Another variation on “windshield wiper” is to side bend the lumbar and then rotate to the same side. This will help stretch the quadratus lumborum, paraspinal and spinal muscles on the convex side of the stretch. Fine tune the sidebending to localize the area you want.
Red flags for low back pain:
If you have any of the following, you should get your back pain assessed by a physician and appropriately imaged (often with MRI):
History of cancer
Unexplained weight loss
Prolonged use of steroids
Intravenous drug use
Urinary tract infection
Pain that is increased or unrelieved by rest
Bladder or bowel incontinence
Urinary retention (with overflow incontinence)
Significant trauma related to age (e.g., fall from height or motor vehicle accident in a young patient, minor fall or heavy lifting in a person with possible osteoporosis)
Physical examination red flags:
Loss of anal sphincter tone
Major motor weakness in lower extremity
Limited spinal motion
Neurologic findings persisting more than one month
Complementary, integrative, & alternative therapies for low back pain are nicely review in this brief article from The BMJ.
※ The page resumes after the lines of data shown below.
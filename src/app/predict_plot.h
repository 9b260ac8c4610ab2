// `predict --plot FILE`: the predicted closed-loop step response (io/response_figure.h) with the
// envelope of the responses over parameter draws when the model has a covariance.
#ifndef LOOPWRIGHT_APP_PREDICT_PLOT_H_
#define LOOPWRIGHT_APP_PREDICT_PLOT_H_

#include <optional>
#include <string>
#include <vector>

#include "design/prediction.h"
#include "io/response_figure.h"
#include "lti/controller.h"
#include "lti/transfer_function.h"

namespace lw::app {

// The pointwise 2.5 % and 97.5 % quantiles of the closed-loop output and actuator effort over
// the draws, simulated on the prediction's own time grid and reference (exact dead time, the
// loop at rest at the reference's initial level, as design/prediction.h). Draws whose closed loop
// is unstable at this gain are left out and counted. On 2 threads.
struct ResponseEnvelope {
  std::vector<double> y_lo, y_hi, u_lo, u_hi;  // empty when no draw was usable
  size_t used = 0;
  size_t unstable = 0;
};
ResponseEnvelope EnvelopeOverDraws(const Prediction& p, const Controller& controller,
                                   const std::vector<TransferFunction>& draws);

struct PredictPlotInput {
  const Prediction& prediction;
  const ResponseEnvelope& envelope;
  double reference_from = 0.0, reference_to = 1.0;
  std::optional<double> overshoot_max;  // percent of the reference change
  double settle_band = 0.02;            // fraction of the change
  std::optional<double> actuator_lo, actuator_hi;
  std::string title;
  std::vector<std::string> caption;  // at most 3 lines (one is added for the envelope)
};

ResponseFigureData BuildResponseFigure(const PredictPlotInput& in);

}  // namespace lw::app

#endif  // LOOPWRIGHT_APP_PREDICT_PLOT_H_
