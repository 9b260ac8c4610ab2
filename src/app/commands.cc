// The one table of loopwright's commands. To add a command: write NAME.cc with a class derived
// from Command and a factory `std::unique_ptr<Command> MakeNameCommand()`, declare the factory
// below and add one row.
#include "app/command.h"

namespace lw::app {

std::unique_ptr<Command> MakeSimulateCommand();

const std::vector<CommandEntry>& CommandTable() {
  static const std::vector<CommandEntry> table = {
      {"simulate", "Simulate a model's response to an input (open or closed loop) into a CSV",
       MakeSimulateCommand},
  };
  return table;
}

}  // namespace lw::app
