#include "app/spec_options.h"

#include <string>

#include "app/output.h"
#include "lti/error.h"

namespace lw::app {

void SpecOptions::Add(CLI::App& sub) {
  sub.add_option("--rise-max", specs_.rise_max, "Largest 10-90 % rise time, s");
  sub.add_option("--overshoot-max", specs_.overshoot_max, "Largest overshoot, percent");
  sub.add_option("--zeta-min", specs_.zeta_min, "Smallest damping ratio of the dominant pair");
  sub.add_option("--settle-max", specs_.settle_max, "Largest settling time, s");
  sub.add_option("--settle-band", settle_band_percent_, "Settling band in percent: 1 or 2")
      ->capture_default_str();
  sub.add_option("--peak-max", specs_.peak_max, "Largest peak time, s");
  sub.add_option("--wn-min", specs_.wn_min,
                 "Smallest natural frequency of the dominant pair, rad/s");
  sub.add_option("--decay-min", decay_min_,
                 "Smallest decay rate of every other closed-loop pole, 1/s (0 = any stable)")
      ->capture_default_str();
  sub.add_option("--pade", pade_, "Padé order for the dead time in the locus (1..8)")
      ->capture_default_str();
}

Specs SpecOptions::Get() const {
  if (settle_band_percent_ != 1.0 && settle_band_percent_ != 2.0) {
    throw UsageError("--settle-band " + FormatNumber(settle_band_percent_) +
                     ": the settling band must be 1 or 2 (percent)");
  }
  Specs s = specs_;
  s.settle_band = settle_band_percent_ / 100.0;
  s.decay_min = decay_min_;
  s.Validate();
  return s;
}

int SpecOptions::pade() const {
  if (pade_ < 1 || pade_ > 8) {
    throw UsageError("--pade " + std::to_string(pade_) + ": the Padé order must be 1 to 8");
  }
  return pade_;
}

nlohmann::json SpecsJson(const Specs& s) {
  auto opt = [](const std::optional<double>& v) {
    return v ? nlohmann::json(*v) : nlohmann::json(nullptr);
  };
  return {{"rise_max", opt(s.rise_max)},  {"overshoot_max", opt(s.overshoot_max)},
          {"zeta_min", opt(s.zeta_min)},  {"settle_max", opt(s.settle_max)},
          {"settle_band", s.settle_band}, {"peak_max", opt(s.peak_max)},
          {"wn_min", opt(s.wn_min)},      {"decay_min", s.decay_min}};
}

nlohmann::json RegionJson(const Region& r) {
  return {{"wn_min", r.wn_min},
          {"zeta_min", r.zeta_min},
          {"sigma_min", r.sigma_min},
          {"wd_min", r.wd_min},
          {"decay_min", r.decay_min},
          {"dominant", "the closed-loop pole with the largest real part, and its conjugate"}};
}

}  // namespace lw::app
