// `band --plot FILE`: the locus figure (io/locus_figure.h) and the metrics-vs-K figure
// (io/metrics_figure.h) of a band result. FILE names the locus figure; the metrics figure goes
// beside it with "-metrics" before the extension (app/figure_path.h).
#ifndef LOOPWRIGHT_APP_BAND_PLOT_H_
#define LOOPWRIGHT_APP_BAND_PLOT_H_

#include <complex>
#include <optional>
#include <string>
#include <vector>

#include "design/gain_band.h"
#include "design/recommendation.h"
#include "design/response_band.h"
#include "design/specs.h"
#include "io/locus_figure.h"
#include "io/metrics_figure.h"
#include "lti/controller.h"
#include "lti/transfer_function.h"

namespace lw::app {

struct BandPlotInput {
  const TransferFunction& plant;
  const Controller& controller;
  const Specs& specs;
  const Region& region;
  const LoopPolynomials& loop;
  const LocusBand& locus;
  const ResponseBand& response;
  const std::optional<GainSet>& robust;
  const Recommendation& recommendation;
  ResponseBandOptions response_options;  // how the metrics are simulated
  std::string title;
};

// Closed-loop pole paths of a + K b for increasing `gains` (sorted, > 0), each starting at a
// root of a (K = 0): one path per pole, consecutive roots matched to the nearest unclaimed one.
std::vector<ComplexPath> TraceBranches(const LoopPolynomials& loop,
                                       const std::vector<double>& gains);

LocusFigureData BuildLocusFigure(const BandPlotInput& in);
// Simulates the step at log-spaced gains spanning the bands (CheckResponse, on 2 threads).
MetricsFigureData BuildMetricsFigure(const BandPlotInput& in);

// Writes both figures; returns their paths (locus first).
std::vector<std::string> WriteBandFigures(const std::string& path, const BandPlotInput& in);

}  // namespace lw::app

#endif  // LOOPWRIGHT_APP_BAND_PLOT_H_
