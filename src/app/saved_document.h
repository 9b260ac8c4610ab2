// The JSON files band and predict save for the report (--save): the same document --json
// prints, plus its format name, a version, the model it came from and the command line.
#ifndef LOOPWRIGHT_APP_SAVED_DOCUMENT_H_
#define LOOPWRIGHT_APP_SAVED_DOCUMENT_H_

#include <string>

#include <nlohmann/json.hpp>

namespace lw::app {

// Writes doc with "format", "version": 1, "model" and "command_line" added, atomically
// (io/atomic_file.h: a failure leaves no half-written file).
void SaveDocument(const std::string& path, nlohmann::json doc, const std::string& format,
                  const std::string& model_description, const std::string& command_line);

}  // namespace lw::app

#endif  // LOOPWRIGHT_APP_SAVED_DOCUMENT_H_
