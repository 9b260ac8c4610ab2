// The controller options shared by every command that closes a loop:
//   --controller C   p | pi:Z | lead:Z:P | pid:Z1:Z2:P   (syntax in lti/controller.h; default p)
//   --gain K         the one tuned gain, K > 0
//
//   ControllerOption controller;          // a member of the command
//   controller.Add(sub, /*gain_required=*/true);
//   Controller c = controller.Parse();    // in Run(); UsageError for a bad text
#ifndef LOOPWRIGHT_APP_CONTROLLER_OPTION_H_
#define LOOPWRIGHT_APP_CONTROLLER_OPTION_H_

#include <cmath>
#include <optional>
#include <string>

#include <CLI/CLI.hpp>

#include "app/output.h"
#include "lti/controller.h"
#include "lti/error.h"

namespace lw::app {

class ControllerOption {
 public:
  // Adds --controller and, unless with_gain is false, --gain (required when gain_required).
  void Add(CLI::App& sub, bool gain_required, bool with_gain = true) {
    sub.add_option("--controller", text_,
                   "Controller with one gain K: p, pi:Z, lead:Z:P or pid:Z1:Z2:P (rad/s)")
        ->capture_default_str();
    if (!with_gain) return;
    CLI::Option* gain = sub.add_option("--gain", gain_, "Controller gain K (> 0)");
    if (gain_required) gain->required();
  }

  const std::string& text() const { return text_; }
  Controller Parse() const { return Controller::Parse(text_); }

  bool has_gain() const { return gain_.has_value(); }
  // The gain; throws UsageError when it was not given or is not a finite positive number.
  double gain() const {
    if (!gain_) throw UsageError("--gain K is needed here");
    if (!std::isfinite(*gain_) || *gain_ <= 0.0) {
      throw UsageError("--gain " + FormatNumber(*gain_, 6) + ": the gain must be a number > 0");
    }
    return *gain_;
  }

 private:
  std::string text_ = "p";
  std::optional<double> gain_;
};

}  // namespace lw::app

#endif  // LOOPWRIGHT_APP_CONTROLLER_OPTION_H_
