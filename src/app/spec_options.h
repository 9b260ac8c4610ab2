// The response-spec options of `loopwright band` (and later commands that judge a loop against
// specs), their JSON form, and the region they map to (design/specs.h has the formulas):
//   --rise-max S  --overshoot-max PCT  --zeta-min Z  --settle-max S  --settle-band 1|2
//   --peak-max S  --wn-min W  --decay-min D  --pade N
#ifndef LOOPWRIGHT_APP_SPEC_OPTIONS_H_
#define LOOPWRIGHT_APP_SPEC_OPTIONS_H_

#include <optional>

#include <CLI/CLI.hpp>
#include <nlohmann/json.hpp>

#include "design/specs.h"

namespace lw::app {

class SpecOptions {
 public:
  void Add(CLI::App& sub);
  // The specs, validated (UsageError naming the option otherwise).
  Specs Get() const;
  int pade() const;  // validated 1..8

 private:
  Specs specs_;
  double settle_band_percent_ = 2.0;
  double decay_min_ = 0.0;
  int pade_ = 3;
};

nlohmann::json SpecsJson(const Specs& s);
nlohmann::json RegionJson(const Region& r);

}  // namespace lw::app

#endif  // LOOPWRIGHT_APP_SPEC_OPTIONS_H_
I generally recommend adequate vitamin D levels, adequate vitamin C intake, good hydration. Never, ever smoke. It dries out the spinal disks and makes people achy and tender all over.
Evidence is strong for the use of chondroitin sulphate, glucosamine, and S-adenosylmethionine (SAMe), but I’ve never really recommended it much. Maybe I should.
I’ve also seen good pain relief with TENS unit stimulation around the painful area. It doesn’t work for everybody.
If you ever take NSAIDs (ibuprofen, naproxen, aspirin, etc.), be certain to take it with food to avoid bleeding stomach ulcers. Never take NSAIDs if you are dehydrated because it will knock out your kidneys.
Acetaminophen (Tylenol) is generally safe up to 3000 mg per day. It is completely different than NSAIDs. Tylenol and NSAIDs can be taken together.